Ayurveda addresses the symptoms of perimenopause and menopause first with changes in lifestyle and diet. If this doesn’t alleviate a woman’s symptoms, it offers herbal remedies.
You can talk to a herbalist, Ayurvedic consultant, or Chinese medical herbalist about appropriate herbal supplements. Some studies have shown herbal remedies and acupuncture to be effective.
In my experience, they are effective if the right remedy is matched to the individual.
While there are myriad natural remedies for the specific symptoms of imbalanced hormones, such as insomnia or hot flashes, I find that balancing hormones through lifestyle and diet changes will usually heal the problem, not just its symptoms.
If you focus on treating insomnia, for example, without addressing its cause (hormonal imbalance due to excess stress), you will have to treat it forever.
We have seen that as we age, our yin hormones decrease. Menopause marks the most dramatic drop. From this point onward, a woman has less of a buffer against physical or emotional stress. This is a physiological indication that a change has occurred.
This is why menopausal women often feel they no longer are the women they once were. They aren’t. This isn’t a problem. The problem comes when we do not adjust our behaviors to reflect this reality.
In Ayurveda we would consider that one cause of excess stress is poor diet, another is inappropriate lifestyle, and a third is going against the nature of things.
Throughout perimenopause and menopause, if we continue to try to employ the “full-steam-ahead” habits, tactics, and strategies we used in our twenties and thirties, we may well find that, not only do they not work anymore (if they even worked in the first place), but they make us feel physically tired, emotionally stressed, and spiritually exhausted.
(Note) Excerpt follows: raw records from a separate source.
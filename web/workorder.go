package web

import (
	"fmt"
	"net/http"
	"regexp"
	"slices"
	"strconv"
	"strings"
	"time"

	"kelvard/health"
	"kelvard/store"
)

// workOrderPage is one work order: its lines, its history and, for a
// planner, the forms that move it on.
type workOrderPage struct {
	Order   store.WorkOrder
	Lines   []lineView
	Steps   []stepView
	Caution string
	Now     time.Time
	// Error is a refused action's message; Reason and the line forms keep
	// what was typed.
	Error  string
	Reason string
	// Form defaults: today, the schedule date offered, and the earliest
	// completion date the store accepts.
	Today, ScheduleOn, DoneOn, DoneMin              string
	CanApprove, CanSchedule, CanComplete, CanCancel bool
	// Active counts the lines still on the order.
	Active int
}

// lineView is a line with its reason linked to the findings it names and,
// for completing, the choices of what was done.
type lineView struct {
	store.WorkOrderLine
	No      int
	Reason  []textPart
	Actions []choiceCount
	// Spares are the drives in stores at the order's site of the line's
	// drive model, for a drive swap.
	Spares []store.Drive
	Modes  []choiceCount
	Causes []choiceCount
	// Typed values kept after a refused completion.
	Swap          int64
	Mode, Cause   string
	Cap, ESR      string
	Notes         string
	CanSwap       bool
	PositionShown bool
}

// textPart is a piece of text, linked to a finding when FindingID is set.
type textPart struct {
	Text      string
	FindingID int64
}

// findingRef finds mentions of findings in a line's reason ("Finding 81,"
// and "Also: finding 82,").
var findingRef = regexp.MustCompile(`[Ff]inding (\d+)`)

// reasonParts splits a reason into text and finding links.
func reasonParts(s string) []textPart {
	var out []textPart
	last := 0
	for _, m := range findingRef.FindAllStringSubmatchIndex(s, -1) {
		id, err := strconv.ParseInt(s[m[2]:m[3]], 10, 64)
		if err != nil {
			continue
		}
		if m[0] > last {
			out = append(out, textPart{Text: s[last:m[0]]})
		}
		out = append(out, textPart{Text: s[m[0]:m[1]], FindingID: id})
		last = m[1]
	}
	if last < len(s) {
		out = append(out, textPart{Text: s[last:]})
	}
	return out
}

// stepView is one step of an order's history.
type stepView struct {
	What string
	At   time.Time
	By   string
	Note string
}

// workOrder shows one work order.
func (h *Handler) workOrder(w http.ResponseWriter, r *http.Request) {
	id, ok := pathID(r)
	if !ok {
		h.errorPage(w, r, http.StatusNotFound, "There is no such work order.")
		return
	}
	p, err := h.loadWorkOrder(r, id)
	if err != nil {
		h.fail(w, r, err)
		return
	}
	h.render(w, r, http.StatusOK, "workorder", orderHeading(p.Order), "workorders", p)
}

// orderHeading names an order for titles.
func orderHeading(o store.WorkOrder) string {
	return fmt.Sprintf("Work order %d", o.ID)
}

// loadWorkOrder gathers a work order page: the order with its lines, and
// the spares in stores for lines that may swap a drive.
func (h *Handler) loadWorkOrder(r *http.Request, id int64) (*workOrderPage, error) {
	ctx := r.Context()
	o, err := h.st.GetWorkOrder(ctx, id)
	if err != nil {
		return nil, err
	}
	now := h.st.Now()
	p := &workOrderPage{Order: o, Caution: health.SafetyCaution, Now: now, Today: now.Format(time.DateOnly),
		ScheduleOn: now.AddDate(0, 0, 7).Format(time.DateOnly), DoneOn: now.Format(time.DateOnly),
		DoneMin: o.ProposedAt.AddDate(0, 0, -1).Format(time.DateOnly)}
	if o.ScheduledFor != nil {
		p.ScheduleOn = o.ScheduledFor.UTC().Format(time.DateOnly)
	}
	v := viewerFrom(ctx)
	act := v != nil && v.CanAct
	p.CanApprove = act && o.Status == store.OrderProposed
	p.CanSchedule = act && (o.Status == store.OrderApproved || o.Status == store.OrderScheduled)
	p.CanComplete = act && (o.Status == store.OrderApproved || o.Status == store.OrderScheduled)
	p.CanCancel = act && o.Status.Open()
	p.Steps = orderSteps(o)
	spares, err := h.st.OrderSpares(ctx, o.ID)
	if err != nil {
		return nil, err
	}
	n := 0
	for _, l := range o.Lines {
		lv := lineView{WorkOrderLine: l, Reason: reasonParts(l.Reason), PositionShown: l.PositionID != nil}
		if l.State == store.LineActive {
			n++
			lv.No = n
			lv.Spares = spares[l.DriveID]
			lv.CanSwap = l.PositionID != nil && len(lv.Spares) > 0
			lv.Actions = lineActions(l, lv.CanSwap, "")
			lv.Modes = failureModeChoices("")
			lv.Causes = failureCauseChoices("")
		}
		p.Lines = append(p.Lines, lv)
	}
	p.Active = n
	return p, nil
}

// lineActions lists what may be recorded as done on a line, the task's
// own action first. A drive swap needs a spare; a new enclosure is
// recorded through the API (it needs the cabinet's details).
func lineActions(l store.WorkOrderLine, canSwap bool, chosen store.WorkAction) []choiceCount {
	def := l.Task.DefaultAction()
	list := []store.WorkAction{def}
	for _, a := range []store.WorkAction{store.ActionReplacedCapacitors, store.ActionReplacedFan, store.ActionSwappedDrive,
		store.ActionWorkDone, store.ActionNothingNeeded, store.ActionNotDone} {
		if a == store.ActionSwappedDrive && !canSwap {
			continue
		}
		if !slices.Contains(list, a) {
			list = append(list, a)
		}
	}
	if l.PositionID == nil {
		// A drive in stores is energised or reformed, not swapped.
		for _, a := range []store.WorkAction{store.ActionEnergised, store.ActionReformed} {
			if !slices.Contains(list, a) {
				list = append(list, a)
			}
		}
	}
	if chosen == "" {
		chosen = def
	}
	out := make([]choiceCount, len(list))
	for i, a := range list {
		out[i] = choiceCount{Key: string(a), Label: actionLabel(a), Current: a == chosen}
	}
	return out
}

// actionLabel says a completion action in words.
func actionLabel(a store.WorkAction) string {
	switch a {
	case store.ActionReplacedCapacitors:
		return "Replaced the DC-bus capacitors (restarts their life)"
	case store.ActionReplacedFan:
		return "Replaced the cooling fan (restarts its life)"
	case store.ActionSwappedDrive:
		return "Swapped the drive for a spare from stores"
	case store.ActionEnergised:
		return "Energised the stored drive"
	case store.ActionReformed:
		return "Reformed the capacitors"
	case store.ActionChangedEnclosure:
		return "Changed the enclosure"
	case store.ActionWorkDone:
		return "Did the work as planned"
	case store.ActionNothingNeeded:
		return "Found nothing needed doing"
	case store.ActionNotDone:
		return "Could not do it"
	}
	return words(string(a))
}

func failureModeChoices(chosen string) []choiceCount {
	out := []choiceCount{{Key: "", Label: "No failure found", Current: chosen == ""}}
	for _, m := range health.FailureModes() {
		out = append(out, choiceCount{Key: string(m), Label: modeLabel(string(m)), Current: chosen == string(m)})
	}
	return out
}

func failureCauseChoices(chosen string) []choiceCount {
	out := []choiceCount{{Key: "", Label: "Not known or no failure", Current: chosen == ""}}
	for _, c := range health.FailureCauses() {
		if c == health.CauseUnknown {
			continue
		}
		out = append(out, choiceCount{Key: string(c), Label: capitalise(words(string(c))), Current: chosen == string(c)})
	}
	return out
}

// modeLabel names a failure mode (or "any") for people.
func modeLabel(m string) string {
	switch m {
	case "dc_bus_capacitors":
		return "DC-bus capacitors"
	case "any":
		return "Any failure"
	}
	return capitalise(words(m))
}

func capitalise(s string) string {
	if s == "" {
		return s
	}
	return strings.ToUpper(s[:1]) + s[1:]
}

// orderSteps lists an order's history, oldest first.
func orderSteps(o store.WorkOrder) []stepView {
	steps := []stepView{{What: "Proposed", At: o.ProposedAt, By: o.ProposedBy}}
	if o.ApprovedAt != nil {
		steps = append(steps, stepView{What: "Approved", At: *o.ApprovedAt, By: o.ApprovedBy})
	}
	if o.ScheduledAt != nil {
		s := stepView{What: "Scheduled", At: *o.ScheduledAt, By: o.ScheduledBy}
		if o.ScheduledFor != nil {
			s.Note = "for " + date(*o.ScheduledFor)
		}
		steps = append(steps, s)
	}
	if o.DoneAt != nil {
		steps = append(steps, stepView{What: "Done", At: *o.DoneAt, By: o.DoneBy})
	}
	if o.CancelledAt != nil {
		steps = append(steps, stepView{What: "Cancelled", At: *o.CancelledAt, By: o.CancelledBy, Note: o.StatusReason})
	}
	if o.WithdrawnAt != nil {
		steps = append(steps, stepView{What: "Withdrawn by planning: every cause cleared", At: *o.WithdrawnAt})
	}
	slices.SortStableFunc(steps, func(a, b stepView) int { return a.At.Compare(b.At) })
	return steps
}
The inherent strength of a woman’s constitution dictates how well she can tolerate a stressful lifestyle and poor nutrition. If her constitution is weak, she may never have been able to tolerate poor habits without her body complaining loudly.
She may have had to be very conscious of her diet and lifestyle and learned to tailor them according to what her body could handle. If her constitution has always been strong, she might have been able to tolerate poor habits longer without too much complaint from her body.
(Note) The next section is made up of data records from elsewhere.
func TestIngestConflictKeepsTheStoredRow(t *testing.T) {
	t.Parallel()
	forEachStore(t, func(t *testing.T, s *store.Store) {
		ctx := context.Background()
		fx := storetest.Build(t, s, "a")
		rows := hourly(fx.Position.Tag, day0, 3)
		if _, err := s.Ingest(ctx, rows, store.IngestOptions{}); err != nil {
			t.Fatal(err)
		}
		changed := hourly(fx.Position.Tag, day0, 3)
		changed[1].AmbientC = f(99)
		changed[1].BusV = nil
		changed[1].HeatsinkC = f(50)
		changed[2].Line = 7
		changed[2].CurrentA = f(41)
		res, err := s.Ingest(ctx, changed, store.IngestOptions{})
		if err != nil {
			t.Fatal(err)
		}
		if res.Inserted != 0 || res.AlreadyPresent != 1 || len(res.Conflicts) != 2 {
			t.Fatalf("conflicting batch: %+v", res)
		}
		c := res.Conflicts[0]
		if c.Row != 2 || c.DriveID != fx.Drive.ID || !c.At.Equal(day0.Add(time.Hour)) ||
			!slices.Equal(c.Fields, []string{"ambient_c", "heatsink_c", "bus_v"}) {
			t.Errorf("first conflict %+v", c)
		}
		if c := res.Conflicts[1]; c.Row != 3 || c.Line != 7 || !slices.Equal(c.Fields, []string{"current_a"}) {
			t.Errorf("second conflict %+v", c)
		}
		page, err := s.Readings(ctx, fx.Drive.ID, time.Time{}, time.Time{}, 0, "")
		if err != nil {
			t.Fatal(err)
		}
		if len(page.Items) != 3 || *page.Items[1].AmbientC != 21 || page.Items[1].HeatsinkC != nil || *page.Items[1].BusV != 678 {
			t.Errorf("stored row was changed: %+v", page.Items[1])
		}
	})
}

func TestIngestAtomicAndPartial(t *testing.T) {
	t.Parallel()
	forEachStore(t, func(t *testing.T, s *store.Store) {
		ctx := context.Background()
		fx := storetest.Build(t, s, "a")
		rows := hourly(fx.Position.Tag, day0, 5)
		rows[1].AmbientC = f(-80)
		rows[3].Position = "NO-SUCH-TAG"
		rows[3].Line = 5
		refused := []store.FieldError{{Field: "bus_v", Row: 6, Line: 7, Reason: "must be a decimal number"}}
		_, err := s.Ingest(ctx, rows, store.IngestOptions{Refused: refused})
		var ve *store.ValidationError
		if !errors.As(err, &ve) {
			t.Fatalf("atomic batch with bad rows: %v, want a validation error", err)
		}
		if got := fieldsOf(ve.Fields); !slices.Equal(got, []string{"2:ambient_c", "4:position", "6:bus_v"}) {
			t.Errorf("atomic errors %v", got)
		}
		if ve.Fields[1].Line != 5 || !strings.Contains(ve.Fields[1].Reason, "NO-SUCH-TAG") {
			t.Errorf("unknown position error %+v does not name the tag or the line", ve.Fields[1])
		}
		if n := countReadings(t, s, fx.Drive.ID); n != 0 {
			t.Fatalf("%d readings written by a refused batch", n)
		}
		res, err := s.Ingest(ctx, rows, store.IngestOptions{Partial: true, Refused: refused})
		if err != nil {
			t.Fatal(err)
		}
		if got := fieldsOf(res.Rejected); res.Inserted != 3 || !slices.Equal(got, []string{"2:ambient_c", "4:position", "6:bus_v"}) {
			t.Errorf("partial batch %+v", res)
		}
		if n := countReadings(t, s, fx.Drive.ID); n != 3 {
			t.Errorf("%d readings after a partial batch, want 3", n)
		}
	})
}

func TestIngestValidationNamesEveryFailure(t *testing.T) {
	t.Parallel()
	forEachStore(t, func(t *testing.T, s *store.Store) {
		ctx := context.Background()
		fx := storetest.Build(t, s, "a")
		other := storetest.Build(t, s, "b")
		// The same tag at a second site, with no drive installed there.
		twin, err := store.Create(ctx, s, func(v *store.Position) error {
			v.AreaID, v.Tag, v.SupplyVoltageV = other.Area.ID, fx.Position.Tag, 480
			return nil
		})
		if err != nil {
			t.Fatal(err)
		}
		tag := fx.Position.Tag
		good := func() store.Reading { return hourly(tag, day0, 1)[0] }
		future := s.Now().Add(6 * time.Minute)
		cases := []struct {
			name   string
			edit   func(r *store.Reading)
			ctx    context.Context
			field  string
			reason string
		}{
			{"internal air too hot", func(r *store.Reading) { r.InternalAirC = f(151) }, nil, "internal_air_c", "between -50 and 150"},
			{"heatsink too cold", func(r *store.Reading) { r.HeatsinkC = f(-51) }, nil, "heatsink_c", "between -50 and 150"},
			{"ambient NaN", func(r *store.Reading) { r.AmbientC = f(math.NaN()) }, nil, "ambient_c", "finite"},
			{"negative current", func(r *store.Reading) { r.CurrentA = f(-1) }, nil, "current_a", "negative"},
			{"current over ten times the rating", func(r *store.Reading) { r.CurrentA = f(771) }, nil, "current_a", "770 A"},
			{"peak current over ten times the rating", func(r *store.Reading) { r.PeakCurrentA = f(800) }, nil, "peak_current_a", "770 A"},
			{"negative bus voltage", func(r *store.Reading) { r.BusV = f(-5) }, nil, "bus_v", "negative"},
			{"negative ripple", func(r *store.Reading) { r.BusRippleV = f(-0.5) }, nil, "bus_ripple_v", "negative"},
			{"negative frequency", func(r *store.Reading) { r.FrequencyHz = f(-50) }, nil, "frequency_hz", "negative"},
			{"negative run hours", func(r *store.Reading) { r.RunHoursH = f(-1) }, nil, "run_hours_h", "negative"},
			{"negative capacitor fraction", func(r *store.Reading) { r.DriveCapacitorLifeUsedFraction = f(-0.1) }, nil, "drive_capacitor_life_used_fraction", "negative"},
			{"negative fan fraction", func(r *store.Reading) { r.DriveFanLifeUsedFraction = f(-0.1) }, nil, "drive_fan_life_used_fraction", "negative"},
			{"infinite capacitance", func(r *store.Reading) { r.CapacitanceUF = f(math.Inf(1)) }, nil, "capacitance_uf", "finite"},
			{"NaN ESR", func(r *store.Reading) { r.ESRMilliohm = f(math.NaN()) }, nil, "esr_milliohm", "finite"},
			{"in the future", func(r *store.Reading) { r.At = future }, nil, "at", "5 minutes"},
			{"no time", func(r *store.Reading) { r.At = time.Time{} }, nil, "at", "required"},
			{"no position", func(r *store.Reading) { r.Position = "" }, nil, "position", "required"},
			{"unknown position", func(r *store.Reading) { r.Position = "X-404" }, nil, "position", `"X-404"`},
			{"unknown site", func(r *store.Reading) { r.Site = "Nowhere" }, nil, "position", `"Nowhere"`},
			{"no drive installed then", func(r *store.Reading) { r.At = time.Date(2019, 1, 1, 0, 0, 0, 0, time.UTC) }, nil, "at", "no drive was installed at position " + `"` + tag},
			{"no drive installed at the twin", func(r *store.Reading) { r.Site = other.Site.Name }, nil, "at", `site "Works b"`},
			{"repeat inside the batch", func(r *store.Reading) { r.At = day0 }, nil, "at", "repeats row 1"},
			{"position outside the token's sites", func(r *store.Reading) {}, store.WithPrincipal(ctx, store.Principal{Actor: "t", Sites: []int64{other.Site.ID}}), "position", tag},
		}
		// Without a site the tag is ambiguous now that two sites use it.
		ambiguous := good()
		ambiguous.Site = ""
		for _, c := range cases {
			t.Run(c.name, func(t *testing.T) {
				first := good()
				first.Site = fx.Site.Name
				bad := good()
				bad.Site = fx.Site.Name
				bad.At = day0.Add(time.Hour)
				bad.Line = 3
				c.edit(&bad)
				cctx := ctx
				if c.ctx != nil {
					cctx = c.ctx
					first.Site = ""
					first.Position = other.Position.Tag
					first.At = day0
				}
				_, err := s.Ingest(cctx, []store.Reading{first, bad}, store.IngestOptions{})
				var ve *store.ValidationError
				if !errors.As(err, &ve) {
					t.Fatalf("got %v, want a validation error", err)
				}
				if len(ve.Fields) != 1 || ve.Fields[0].Row != 2 || ve.Fields[0].Line != 3 || ve.Fields[0].Field != c.field ||
					!strings.Contains(ve.Fields[0].Reason, c.reason) {
					t.Errorf("errors %+v, want row 2 line 3 %s: …%s…", ve.Fields, c.field, c.reason)
				}
			})
		}
		_, err = s.Ingest(ctx, []store.Reading{ambiguous}, store.IngestOptions{})
		var ve *store.ValidationError
		if !errors.As(err, &ve) || len(ve.Fields) != 1 || ve.Fields[0].Field != "site" ||
			!strings.Contains(ve.Fields[0].Reason, `"Works a", "Works b"`) {
			t.Errorf("ambiguous tag: %v", err)
		}
		// Through the position endpoint the tag needs no site, and a row
		// naming another position is refused.
		res, err := s.Ingest(ctx, []store.Reading{{At: day0}}, store.IngestOptions{PositionID: fx.Position.ID})
		if err != nil || res.Inserted != 1 {
			t.Errorf("by position id: %+v, %v", res, err)
		}
		_, err = s.Ingest(ctx, []store.Reading{{At: day0, Position: "P-9"}}, store.IngestOptions{PositionID: fx.Position.ID})
		if !errors.As(err, &ve) || ve.Fields[0].Field != "position" {
			t.Errorf("row naming another position: %v", err)
		}
		if _, err := s.Ingest(ctx, []store.Reading{{At: day0}}, store.IngestOptions{PositionID: twin.ID + 100}); !errors.Is(err, store.ErrNotFound) {
			t.Errorf("unknown position id: %v, want not found", err)
		}
	})
}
She may have been able to drink three or four glasses of wine a day and smoke a half pack of cigarettes and still have received a clean bill of health from her Western medical checkups her entire life.
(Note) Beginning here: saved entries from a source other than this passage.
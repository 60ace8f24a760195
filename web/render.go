package web

import (
	"bytes"
	"crypto/sha256"
	"embed"
	"encoding/hex"
	"fmt"
	"html/template"
	"io/fs"
	"log/slog"
	"net/http"
	"net/url"
	"path"
	"strings"
)

//go:embed templates/*.html
var templateFS embed.FS

//go:embed assets
var assetFS embed.FS

// pageFiles lists the page templates; each defines "title" and "content"
// and is parsed with the layout and the shared partials.
var pageFiles = []string{"signin", "fleet", "sites", "site", "drive", "position", "findings", "finding", "settings", "error",
	"workorders", "workorder", "workorder_print", "forecast", "reliability"}

// parsePages parses every page with the layout.
func parsePages() (map[string]*template.Template, error) {
	out := map[string]*template.Template{}
	for _, name := range pageFiles {
		t, err := template.New(name).Funcs(funcs()).ParseFS(templateFS,
			"templates/layout.html", "templates/partials.html", "templates/"+name+".html")
		if err != nil {
			return nil, fmt.Errorf("parse page %s: %w", name, err)
		}
		out[name] = t
	}
	return out, nil
}

// layout is what every page template receives: the page's own data in
// Body and what the frame around it needs.
type layout struct {
	Title  string
	Nav    string
	NavAll []navItem
	Who    *viewer
	U      Units
	CSS    string
	// Path is the page's own address (for "back" after a form).
	Path   string
	Notice string
	// Done names the change the notice confirms (the redirect's done=).
	Done string
	Body any
}

// render writes a page with its status. The page is rendered into memory
// first, so a template error answers 500 instead of half a page.
func (h *Handler) render(w http.ResponseWriter, r *http.Request, status int, name, title, nav string, body any) {
	h.renderFrame(w, r, status, name, "layout", h.cssPath, title, nav, body)
}

// renderFrame writes a page inside the named frame: "layout" (navigation
// and footer around the content) or "printframe" (the content alone, for
// paper), with the given style sheet.
func (h *Handler) renderFrame(w http.ResponseWriter, r *http.Request, status int, name, frame, css, title, nav string, body any) {
	t, ok := h.pages[name]
	if !ok {
		h.serverError(w, r, fmt.Errorf("no page template %q", name))
		return
	}
	v := viewerFrom(r.Context())
	data := layout{Title: title, Nav: nav, NavAll: navigation(), Who: v, CSS: css, Path: r.URL.RequestURI(), Body: body,
		Notice: noticeText(r.URL.Query().Get("done"))}
	if data.Notice != "" {
		data.Done = r.URL.Query().Get("done")
	}
	if v != nil {
		data.U = v.Units
	} else if uc, err := r.Cookie(unitsCookie); err == nil {
		data.U = unitsFromCookie(uc.Value)
	}
	var buf bytes.Buffer
	if err := t.ExecuteTemplate(&buf, frame, data); err != nil {
		h.serverError(w, r, fmt.Errorf("render %s: %w", name, err))
		return
	}
	w.Header().Set("Content-Type", "text/html; charset=utf-8")
	w.WriteHeader(status)
	w.Write(buf.Bytes())
}

// noticeText is the confirmation shown after a form redirect.
func noticeText(done string) string {
	switch done {
	case "acknowledged":
		return "The finding is acknowledged."
	case "suppressed":
		return "The finding is suppressed until the date given."
	case "units":
		return "Your display units are saved in this browser."
	case "approved":
		return "The work order is approved. Schedule it when the date is known."
	case "scheduled":
		return "The work order is scheduled."
	case "completed":
		return "The work order is recorded as done. Replaced parts start a new life; the next assessment shows them."
	case "cancelled":
		return "The work order is cancelled."
	}
	return ""
}

// errorPage answers with a plain page that says what went wrong.
func (h *Handler) errorPage(w http.ResponseWriter, r *http.Request, status int, message string) {
	h.render(w, r, status, "error", http.StatusText(status), "", message)
}

// serverError logs err and answers 500 without its text.
func (h *Handler) serverError(w http.ResponseWriter, r *http.Request, err error) {
	h.log.ErrorContext(r.Context(), "page failed", slog.String("path", r.URL.Path), slog.Any("err", err))
	t := h.pages["error"]
	var buf bytes.Buffer
	msg := "Something went wrong on the server; it has been logged. Try again in a moment."
	if t == nil || t.ExecuteTemplate(&buf, "layout", layout{Title: "Server error", Body: msg, CSS: h.cssPath, NavAll: navigation()}) != nil {
		http.Error(w, msg, http.StatusInternalServerError)
		return
	}
	w.Header().Set("Content-Type", "text/html; charset=utf-8")
	w.WriteHeader(http.StatusInternalServerError)
	w.Write(buf.Bytes())
}

// assetPath returns the address of an embedded asset with its content
// hash, so a new build's style sheet is never read from a stale cache.
func assetPath(name string) (string, error) {
	b, err := fs.ReadFile(assetFS, "assets/"+name)
	if err != nil {
		return "", fmt.Errorf("asset %s: %w", name, err)
	}
	sum := sha256.Sum256(b)
	return "/assets/" + name + "?v=" + hex.EncodeToString(sum[:6]), nil
}

// asset serves an embedded file; the hashed address may be cached long.
func (h *Handler) asset(w http.ResponseWriter, r *http.Request) {
	name := path.Base(r.PathValue("name"))
	b, err := fs.ReadFile(assetFS, "assets/"+name)
	if err != nil {
		h.errorPage(w, r, http.StatusNotFound, "There is no such file.")
		return
	}
	switch path.Ext(name) {
	case ".css":
		w.Header().Set("Content-Type", "text/css; charset=utf-8")
	case ".svg":
		w.Header().Set("Content-Type", "image/svg+xml")
	}
	if r.URL.Query().Get("v") != "" {
		w.Header().Set("Cache-Control", "public, max-age=31536000, immutable")
	} else {
		w.Header().Set("Cache-Control", "public, max-age=3600")
	}
	w.WriteHeader(http.StatusOK)
	w.Write(b)
}

// favicon serves the mark for browsers that ask for /favicon.ico.
func (h *Handler) favicon(w http.ResponseWriter, r *http.Request) {
	r.SetPathValue("name", "mark.svg")
	h.asset(w, r)
}

// urlQueryEscape escapes a value for a query string.
func urlQueryEscape(s string) string { return url.QueryEscape(s) }

// localPath returns p when it is a path on this server (so a redirect to
// it cannot leave the site), else def.
func localPath(p, def string) string {
	if p == "" || !strings.HasPrefix(p, "/") || strings.HasPrefix(p, "//") || strings.HasPrefix(p, "/\\") || strings.ContainsAny(p, "\r\n") {
		return def
	}
	u, err := url.Parse(p)
	if err != nil || u.Host != "" || u.Scheme != "" {
		return def
	}
	return p
}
However, in her early to mid fifties, she may find her tolerance plummets. Health problems begin to surface that clearly demonstrate all is not well.
For example, she may suddenly test positive for high cholesterol, high blood pressure, breast cancer, adrenal burnout, emotional disorders, or a host of other possible diagnoses. Or maybe she gets colds and flu that are more severe and last longer than ever before.
Ayurveda considers that menopause marks a major turning point for a woman. It’s a time of transition when she is naturally suited to begin an inner journey.
Up to now in her life, it was natural for her to educate herself, raise a family, develop her profession, and engage fully in the world.
Menopause is the time to reverse the momentum of her involvement in the activities of the world, turn this energy inward, and begin to plumb the depths of her soul.
It helps if she has explored this territory already, but one way or another—by force of circumstances or by choice—she now needs to become as comfortable with her inner world as she has been with the world around her.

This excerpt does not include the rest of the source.